While the invention has been shown and described with respect to a specific embodiment thereof, this is intended for the purpose of illustration rather than limitation and other modifications and variations of the specific device herein shown and described will be apparent to those skilled in the art all within the intended spirit and scope of the invention.
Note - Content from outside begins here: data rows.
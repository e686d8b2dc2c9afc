/** World record point rainfall: nothing plausible lies above it. An areal mean or a fixed day catches less. */
export interface RainfallRecord {
  readonly hours: number;
  readonly mm: number;
  readonly duration: string;
  readonly where: string;
  readonly source: string;
}

const archive = 'WMO World Weather and Climate Extremes Archive';
const press988 = 'WMO press release 988';

export const rainfallRecords: readonly RainfallRecord[] = [
  {
    hours: 1 / 60,
    mm: 31.2,
    duration: '1 minute',
    where: 'Unionville, Maryland, 1956-07-04',
    source: `${archive}; value from memory`,
  },
  {
    hours: 42 / 60,
    mm: 305,
    duration: '42 minutes (60 in the archive)',
    where: 'Holt, Missouri, 1947-06-22',
    source: archive,
  },
  {
    hours: 1,
    mm: 401,
    duration: '1 hour',
    where: 'Shangdi, Inner Mongolia, 1975-07-03 (place from memory)',
    source: 'list of the United States weather service, not in the WMO archive',
  },
  {
    hours: 12,
    mm: 1144,
    duration: '12 hours',
    where: 'Foc-Foc, La Reunion, 1966-01',
    source: archive,
  },
  {
    hours: 24,
    mm: 1825,
    duration: '24 hours',
    where: 'Foc-Foc, La Reunion, 1966-01-07/08',
    source: archive,
  },
  {
    hours: 48,
    mm: 2493,
    duration: '48 hours',
    where: 'Cherrapunji, 1995-06-15/16',
    source: press988,
  },
  {
    hours: 72,
    mm: 3930,
    duration: '72 hours',
    where: 'Cratere Commerson, La Reunion, 2007-02',
    source: `${archive}; value from memory`,
  },
  {
    hours: 96,
    mm: 4936,
    duration: '96 hours',
    where: 'Cratere Commerson, La Reunion, 2007-02',
    source: `${archive}; value from memory`,
  },
  {
    hours: 31 * 24,
    mm: 9398,
    duration: '1 month',
    where: 'Cherrapunji, 1861-07',
    source: '370 inches in a public page; 9300 mm from memory, the larger is kept as bound',
  },
  {
    hours: 366 * 24,
    mm: 26_470,
    duration: '12 months',
    where: 'Cherrapunji, 1860-08 to 1861-07',
    source: press988,
  },
];
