import * as npm from 'simple-statistics';
import { describe, expect, it } from 'vitest';
import { mean, median, sampleDeviation, total } from '../../src/hydrology/arithmetic.ts';
import { quantile } from '../../src/hydrology/distribution/quantile.ts';
import { isDefined, pairInOrder, type Statistic } from '../../src/hydrology/paired.ts';
import { scores } from '../../src/hydrology/scores.ts';
import { inventedPair } from './invented.ts';

/** Live comparison with the npm library simple-statistics, where it has the same statistic. */
const seeds = Array.from({ length: 30 }, (_, index) => index + 3);

function near(actual: number, wanted: number): void {
  expect(Math.abs(actual - wanted)).toBeLessThanOrEqual(1e-9 * Math.max(1, Math.abs(wanted)));
}

function value(statistic: Statistic): number {
  if (!isDefined(statistic)) throw new Error(statistic.undefined);
  return statistic.value;
}

describe('against simple-statistics', () => {
  for (const seed of seeds)
    it(`series of ${seed * 5} invented flows`, () => {
      const { observed, simulated } = inventedPair(seed, seed * 5);
      const paired = pairInOrder({ observed, simulated });
      const rows = observed.map((flow, index) => [flow, simulated[index] ?? Number.NaN]);
      const errors = observed.map((flow, index) => flow - (simulated[index] ?? Number.NaN));

      near(total(observed), npm.sum(observed));
      near(mean(observed), npm.mean(observed));
      near(median(observed), npm.median(observed));
      near(sampleDeviation(observed), npm.sampleStandardDeviation(observed));
      near(value(scores.r(paired)), npm.sampleCorrelation(observed, simulated));
      const { m, b } = npm.linearRegression(rows);
      near(value(scores.gradient(paired)), m);
      near(value(scores.intercept(paired)), b);
      near(value(scores.rmse(paired)), npm.rootMeanSquare(errors));
      near(value(scores.mae(paired)), npm.mean(errors.map(Math.abs)));
      near(value(scores.alpha(paired)), npm.standardDeviation(simulated) / npm.standardDeviation(observed));
      near(value(scores.beta(paired)), npm.mean(simulated) / npm.mean(observed));
      near(
        value(scores.gamma(paired)),
        npm.coefficientOfVariation(simulated) / npm.coefficientOfVariation(observed),
      );

      // Its r-squared of a function against data is 1 - SSE / SST: NSE with each step as its own x.
      const steps = observed.map((flow, step) => [step, flow]);
      near(
        value(scores.nse(paired)),
        npm.rSquared(steps, (step) => simulated[step] ?? Number.NaN),
      );
      near(value(scores.r2(paired)), npm.rSquared(rows, npm.linearRegressionLine({ m, b })));

      // Its median is every quantile type's; other probabilities follow a definition of their own.
      near(value(quantile({ values: observed, probability: 0.5, type: 7 })), npm.quantile(observed, 0.5));
      near(value(quantile({ values: observed, probability: 0.5, type: 6 })), npm.quantile(observed, 0.5));
    });
});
Accordingly, the patent is not to be limited in scope and effect to the specific embodiment herein shown and described nor in any other way that is inconsistent with the extent to which the progress in the art has been advanced by the invention.

Claims

1. In combination, a container for an aqueous bath generating metal ions and a device immersed in said container and positioned flat on the bottom thereof for recovering metal by electrolytic deposition from said aqueous bath, said device comprising:

a direct current source;

a non-conductive flat structural base plate;

a positively charged electrical polar means formed on one face of said base plate and operatively connected to said direct current source;

a negatively charged electrical polar means formed on the other face of said base plate and operatively connected to said direct current source;

a flat planar anodic surface layer comprising a flexible plastic material containing conductive particles formed on said one face of said base plate overlying and contacting said positively charged polar means for charging said anodic surface layer positively;

a flat planar cathodic surface layer comprising a flexible plastic material containing conductive particles formed on said other face of said base plate overlying and contacting said negatively charged polar means for charging said cathodic surface layer negatively;

means for supporting said base plate in said aqueous bath lying flat on the bottom of said container with said anodic and cathodic surface layers exposed in their entirety to said aqueous bath;

whereby to cause metal from said metal-ion-containing aqueous bath to be plated onto said cathodic surface layer.

2. A combination as defined in claim 1, wherein said anodic surface layer comprises a plastic material containing conductive particles from the group consisting of carbon, platinized titanium, and tantalum.

3. A combination as defined in claim 1, wherein said cathode surface layer comprises a flexible plastic material containing conductive particles from the group consisting of silver, graphite, or carbon.

4. A combination as defined in claim 1, wherein said metal ions in said aqueous bath comprise silver ions.

5. A combination as defined in claim 1, wherein said direct current source comprises a rectifier operably connectable to a receptacle for a 110-volt electrical supply circuit.